The company paused its three clinical trials of PTX-200 following a serious adverse event in a patient with late stage breast cancer who experienced liver failure and passed away.
"These severe adverse event are not unusual in oncology clinical studies where patients are very ill and where existing standard therapies can have potentially serious adverse effects," said the company in a statement.
"Prescient has responded to the FDA’s requests for the ovarian cancer trial, including an updated risk mitigation plan, to the FDA’s satisfaction, and removal of the clinical hold allows the trial to resume," it said.
This development follows the FDA lifting the clinical hold on the company’s trial of PTX-200 in patients with refractory or relapsed Acute Myeloid Leukaemia (AML), announced on September 4.

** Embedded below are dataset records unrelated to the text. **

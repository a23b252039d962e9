/**
 * Calibration errors for the winner's intervals (intervals.ts, method 'calibrated').
 *
 * The winning model is refitted at rolling origins inside the history: at origin
 * e = n - d it is trained on y[0 .. e) and forecasts min(d, horizon) steps. intervals.ts
 * divides each h-step error by the spread the final fit claims for step h, so errors of
 * different steps share one scale ("scaled relative to the model's own sd"; the final
 * fit's spread rather than each origin's, because a fit on a short training part can
 * claim a spread near zero). The intervals then use quantiles of these standardised errors (split
 * conformal prediction: Vovk, Gammerman & Shafer 2005; empirical intervals from past
 * h-step errors: Williams & Goodman 1971; both from memory). Pooling over steps keeps
 * the model's shape of growth with h and corrects its level, which the few errors per
 * step could not estimate alone.
 *
 * Offsets d run over 1 .. horizon + extra (so the far steps get errors too), thinned to
 * at most `maxFits` evenly spread offsets to bound the cost; an origin needs the model's
 * minimum training length and at least MIN_CALIBRATION_TRAINING points (fits on fewer
 * points are too unlike the final fit to say how it errs).
 */
import type { ModelParams, ModelSpec } from '../types.js'
import { requiredLength } from './candidates.js'
import { checkedForecast } from './evaluate.js'

export interface CalibrationBudget {
  /** Offsets beyond the horizon, so the last step gets errors from several origins. */
  readonly extra: number
  readonly maxFits: number
}

export const MIN_CALIBRATION_TRAINING = 6

/** One forecast error at a rolling origin: actual minus forecast, `step` periods ahead (1-based). */
export interface CalibrationError {
  readonly step: number
  readonly error: number
}

export function calibrationOffsets(n: number, horizon: number, minTrain: number, budget: CalibrationBudget): number[] {
  const last = Math.min(horizon + budget.extra, n - minTrain)
  if (last < 1) return []
  const count = Math.min(last, budget.maxFits)
  const out: number[] = []
  for (let i = 0; i < count; i++) {
    const d = count === 1 ? 1 : 1 + Math.round((i * (last - 1)) / (count - 1))
    if (out[out.length - 1] !== d) out.push(d)
  }
  return out
}

/** Errors of the model's forecasts at rolling origins; fits that fail are skipped. */
export function calibrationErrors(
  spec: ModelSpec,
  values: readonly number[],
  seasonLength: number,
  horizon: number,
  params: ModelParams | undefined,
  budget: CalibrationBudget,
): CalibrationError[] {
  const n = values.length
  const out: CalibrationError[] = []
  const minTrain = Math.max(MIN_CALIBRATION_TRAINING, requiredLength(spec, seasonLength))
  for (const d of calibrationOffsets(n, horizon, minTrain, budget)) {
    const e = n - d
    const steps = Math.min(d, horizon)
    try {
      const point = checkedForecast(spec.fit(values.slice(0, e), { seasonLength, initialParams: params }), steps)
      for (let h = 0; h < steps; h++) out.push({ step: h + 1, error: values[e + h]! - point[h]! })
    } catch {
      // An origin the model cannot fit gives no errors; the others still count.
    }
  }
  return out
}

The remaining clinical hold is the PTX-200 trial in patients with metastatic and locally advanced HER2 negative breast cancer, which Prescient said it is addressing. This trial had successfully completed the Phase 1b study prior to it being placed on hold.
According to Prescient’s CEO and managing director, Steven Yatomi-Clarke, “We are pleased to resume our trial of PTX-200 in ovarian cancer, which represents a significant unmet medical need, particularly for women affected by platinum resistant forms of the disease. Our team is addressing our last remaining clinical hold, and will continue to work with the FDA in a similar process until it is resolved. In the meantime, Prescient has a busy and exciting schedule of clinical activity with PTX-200 in AML and ovarian cancer, as well as activities for PTX-100 in RhoA mutant lymphomas.”